Chile’s National Water Agency, meanwhile, announced in August that it is reviewing the decrees of the former government because companies favoring hydroelectric dams on four rivers in the Lakes Region have challenged the measures in Santiago courts.

Environmentalists in the Lakes Region, home to the Cochamo and Petrohue rivers, joined tourism representatives to denounce the government’s apparent backtracking. In a sign the pressure had an impact, the new governor of the Lakes Region, Sebastián Montes, declared in August that he would lobby national authorities to enforce the decrees for the Cochamó and Petrohue rivers, and would work to create a new national park for the Cochamó Valley.
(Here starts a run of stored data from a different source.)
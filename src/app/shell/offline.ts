/**
 * Works offline after the first visit. A new version waits until the person takes it, and is never taken in
 * the middle of a flight: the offer stands while motors are armed, but does nothing until they are not.
 */
import { registerSW } from 'virtual:pwa-register';
import type { Store } from '../store/store.ts';

/** Starts the service worker where the browser has one. @param busy whether an update would interrupt */
export function startOffline(store: Store, busy: () => boolean): void {
  if (!('serviceWorker' in navigator)) return;
  const words = store.texts.offline;
  const update = registerSW({
    onNeedRefresh: () => offer(),
    onRegisterError: () => store.notices.tell('warning', words.failed, { topic: 'offline' }),
  });
  const offer = (): void => {
    store.notices.tell('info', words.newVersion, {
      topic: 'offline',
      action: {
        label: words.take,
        run: () => {
          if (!busy()) void update(true);
          else store.notices.tell('warning', words.afterLanding, { topic: 'offline' });
        },
      },
    });
  };
}
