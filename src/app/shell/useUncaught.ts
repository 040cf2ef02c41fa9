import { useEffect } from 'preact/hooks';
import { useStore } from '../store/context.ts';

/** Errors that no place caught become a message with their text to copy; the page goes on. */
export function useUncaught(): void {
  const store = useStore();
  useEffect(() => {
    const words = store.texts.states;
    const tell = (error: unknown): void => {
      const text = error instanceof Error ? (error.stack ?? error.message) : String(error);
      store.notices.tell('error', words.uncaught, {
        details: [text.split('\n')[0]],
        topic: `uncaught:${text}`,
        action: { label: words.copyError, run: () => void navigator.clipboard.writeText(text) },
      });
    };
    const failed = (event: ErrorEvent): void => {
      // The browser's word for "sizes settled a frame later": nothing failed.
      if (!event.message.startsWith('ResizeObserver')) tell(event.error ?? event.message);
    };
    const rejected = (event: PromiseRejectionEvent): void => tell(event.reason);
    window.addEventListener('error', failed);
    window.addEventListener('unhandledrejection', rejected);
    return () => {
      window.removeEventListener('error', failed);
      window.removeEventListener('unhandledrejection', rejected);
    };
  }, [store]);
}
Rodrigo Condeza, president of the local green group Cochamó Conservation and owner of Miralejos, an adventure travel company, calls such statements encouraging; but he asks why they haven’t been made as well about the Palena River and other rivers that would be affected by the lifting of the decrees. “This is without doubt an enormous setback for tourism development in southern Chile as well as for river conservation,” Condeza says.

Meanwhile, the Piñera government has gone on record in recent months in support of the construction of new hydroelectric dam projects to meet Chile’s rising energy demand.

Piñera OK with HidroAysén

In July, for example, Piñera told Patagon Journal in an interview that he was not opposed to the controversial HidroAysén project, which calls for the construction of five large dams on the Baker and Pascua rivers in southern Aysén. While Piñera appeared to endorse the dams, he acknowledged that construction of a 2,400-kilometer (1,500-mile) power line needed to link the dams to the national capital of Santiago was problematic.

“I think the big problems are not with the dams in the southern part of the country, but the big problems are with the line that will cross half of our country,” Piñera said.

Piñera recently reiterated such statements to the Chilean media, drawing fire from green groups working to halt the HidroAysén dam project. In late October, HidroAysén, jointly owned by Endesa and Chile’s Colbún, presented a second addendum to Aysén regional environmental authorities. The regional environmental office recently gave the company a host of new questions to respond to, and granted them till April 15, 2011, to prepare their responses. 

A poll released in November by Chile's Andres Bello University found that 79 percent of Chileans view in a negative way the construction of HidroAysen dams in Aysen. 

“From the legal point of view, there are too many infractions for this project to be approved,” says Patricio Rodrigo, executive secretary of the Council of the Defense of Patagonia, a coalition of international and Chilean groups opposing HidroAysén. “But unfortunately, when the central government makes statements in favor of the project, the regional authorities tend to overlook such problems.”

Adds Rodrigo: “This is the famous ‘do it the Chilean way’ that Piñera is lauding to the world after saving the Chilean miners?”